### WHAT TO DO
Line by line, output the data that follows exactly as written.

### PROVIDED RECORDS
--------------------------------------------------
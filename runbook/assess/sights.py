"""What should be seen, computed where it can be, in one plain sentence each; else the author's words.

Trust: one density for the whole cell is honest to about 1 % only beyond 0.2 K from critical, so within 0.1 K
one sentence says just that.
"""

from __future__ import annotations

from runbook.answers import Sight
from runbook.assess.boxes import viewed_shape
from runbook.assess.scene import Scene
from runbook.errors import RunbookError
from runbook.fluids.state import Region
from runbook.procedure.model import DoStep, Parked, Step

_NEAR_CRITICAL = 0.1
"""Within it one sentence is all that is honest [K]."""
_HAZE = 1.0
"""Side-lit haze is seen from about here, Einstein and Ornstein-Zernike turbidity [K]."""


def written(step: Step | Parked) -> tuple[tuple[Sight, ...], str]:
    """The author's sights of a step, and what to do if they do not come."""
    if not isinstance(step, DoStep):
        return (), ""
    if_not = step.if_not or ""
    if step.see is None or step.see.words is None:
        return (), if_not
    return (Sight(step.see.words, False, if_not),), if_not


def computed(scene: Scene, mass: float, temperature: float, warming: bool | None) -> tuple[Sight, ...]:
    """What a charge [kg] shows at a temperature [K]; warming: True, False, or None where it stands."""
    fluid = scene.substance
    density = mass / scene.apparatus.volume.free.value
    try:
        state = fluid.state(temperature, density)
    except RunbookError:
        return ()
    critical = fluid.is_critical(density)
    if critical and abs(temperature - fluid.critical_temperature) <= _NEAR_CRITICAL:
        return (Sight("The surface is fading where it stands, in thick white haze.", True),)
    if state.region in (Region.SOLID_VAPOUR, Region.THREE_PHASE, Region.SOLID_LIQUID):
        return (Sight("Solid is in view; it shrinks while the cell takes up heat.", True),)
    if state.region is Region.LIQUID_VAPOUR and state.liquid is not None:
        return _surface(scene, density, temperature, state.liquid, warming)
    if critical and temperature - fluid.critical_temperature <= _HAZE:
        return (Sight("No surface; a haze that clears as the cell warms further.", True),)
    words = {
        Region.LIQUID: "No surface: liquid fills the window.",
        Region.VAPOUR: "No surface: vapour only, the last liquid has gone.",
    }
    return (Sight(words.get(state.region, "No surface: one clear fluid."), True),)


def liquid_height(scene: Scene, mass: float, temperature: float) -> float | None:
    """Height of the surface of a charge [kg] above the inside bottom [m]; None where there is none."""
    try:
        state = scene.substance.state(temperature, mass / scene.apparatus.volume.free.value)
        if state.region is not Region.LIQUID_VAPOUR or state.liquid is None:
            return None
        return viewed_shape(scene).height(state.liquid)
    except RunbookError:
        return None


def _surface(
    scene: Scene, density: float, temperature: float, liquid: float, warming: bool | None
) -> tuple[Sight, ...]:
    shape = viewed_shape(scene)
    height = shape.height(liquid)
    window = scene.apparatus.window
    millimetres = f"{height * 1000:.0f} mm"
    if window.low is not None and height < window.low:
        first = f"The surface stands below the window, at {millimetres}."
    elif window.high is not None and height > window.high:
        first = f"The surface stands above the window, at {millimetres}."
    else:
        first = f"The surface stands at {millimetres} on the scale" + _direction(
            scene, density, temperature, liquid, warming
        )
    found = [Sight(first, True)]
    fluid = scene.substance
    if fluid.is_critical(density) and fluid.critical_temperature - temperature <= _HAZE:
        found.append(Sight("A haze; the surface grows faint.", True))
    return tuple(found)


def _direction(scene: Scene, density: float, temperature: float, liquid: float, warming: bool | None) -> str:
    if warming is None:
        return "."
    step = 0.05 if warming else -0.05
    try:
        then = scene.substance.state(temperature + step, density).liquid
    except RunbookError:
        return "."
    if then is None:
        return "."
    # Under 0.02 % of the volume in 0.05 K nobody sees it move.
    if abs(then - liquid) < 2e-4:
        return " and hardly moves."
    return " and rises." if then > liquid else " and falls."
--------------------------------------------------
### EXERCISE RESULT
filename runbook/assess/sights.py
"""What should be seen, computed where it can be, in one plain sentence each; else the author's words.

Trust: one density for the whole cell is honest to about 1 % only beyond 0.2 K from critical, so within 0.1 K
one sentence says just that.
"""

from __future__ import annotations

from runbook.answers import Sight
from runbook.assess.boxes import viewed_shape
from runbook.assess.scene import Scene
from runbook.errors import RunbookError
from runbook.fluids.state import Region
from runbook.procedure.model import DoStep, Parked, Step

_NEAR_CRITICAL = 0.1
"""Within it one sentence is all that is honest [K]."""
_HAZE = 1.0
"""Side-lit haze is seen from about here, Einstein and Ornstein-Zernike turbidity [K]."""


def written(step: Step | Parked) -> tuple[tuple[Sight, ...], str]:
    """The author's sights of a step, and what to do if they do not come."""
    if not isinstance(step, DoStep):
        return (), ""
    if_not = step.if_not or ""
    if step.see is None or step.see.words is None:
        return (), if_not
    return (Sight(step.see.words, False, if_not),), if_not


def computed(scene: Scene, mass: float, temperature: float, warming: bool | None) -> tuple[Sight, ...]:
    """What a charge [kg] shows at a temperature [K]; warming: True, False, or None where it stands."""
    fluid = scene.substance
    density = mass / scene.apparatus.volume.free.value
    try:
        state = fluid.state(temperature, density)
    except RunbookError:
        return ()
    critical = fluid.is_critical(density)
    if critical and abs(temperature - fluid.critical_temperature) <= _NEAR_CRITICAL:
        return (Sight("The surface is fading where it stands, in thick white haze.", True),)
    if state.region in (Region.SOLID_VAPOUR, Region.THREE_PHASE, Region.SOLID_LIQUID):
        return (Sight("Solid is in view; it shrinks while the cell takes up heat.", True),)
    if state.region is Region.LIQUID_VAPOUR and state.liquid is not None:
        return _surface(scene, density, temperature, state.liquid, warming)
    if critical and temperature - fluid.critical_temperature <= _HAZE:
        return (Sight("No surface; a haze that clears as the cell warms further.", True),)
    words = {
        Region.LIQUID: "No surface: liquid fills the window.",
        Region.VAPOUR: "No surface: vapour only, the last liquid has gone.",
    }
    return (Sight(words.get(state.region, "No surface: one clear fluid."), True),)


def liquid_height(scene: Scene, mass: float, temperature: float) -> float | None:
    """Height of the surface of a charge [kg] above the inside bottom [m]; None where there is none."""
    try:
        state = scene.substance.state(temperature, mass / scene.apparatus.volume.free.value)
        if state.region is not Region.LIQUID_VAPOUR or state.liquid is None:
            return None
        return viewed_shape(scene).height(state.liquid)
    except RunbookError:
        return None


def _surface(
    scene: Scene, density: float, temperature: float, liquid: float, warming: bool | None
) -> tuple[Sight, ...]:
    shape = viewed_shape(scene)
    height = shape.height(liquid)
    window = scene.apparatus.window
    millimetres = f"{height * 1000:.0f} mm"
    if window.low is not None and height < window.low:
        first = f"The surface stands below the window, at {millimetres}."
    elif window.high is not None and height > window.high:
        first = f"The surface stands above the window, at {millimetres}."
    else:
        first = f"The surface stands at {millimetres} on the scale" + _direction(
            scene, density, temperature, liquid, warming
        )
    found = [Sight(first, True)]
    fluid = scene.substance
    if fluid.is_critical(density) and fluid.critical_temperature - temperature <= _HAZE:
        found.append(Sight("A haze; the surface grows faint.", True))
    return tuple(found)


def _direction(scene: Scene, density: float, temperature: float, liquid: float, warming: bool | None) -> str:
    if warming is None:
        return "."
    step = 0.05 if warming else -0.05
    try:
        then = scene.substance.state(temperature + step, density).liquid
    except RunbookError:
        return "."
    if then is None:
        return "."
    # Under 0.02 % of the volume in 0.05 K nobody sees it move.
    if abs(then - liquid) < 2e-4:
        return " and hardly moves."
    return " and rises." if then > liquid else " and falls."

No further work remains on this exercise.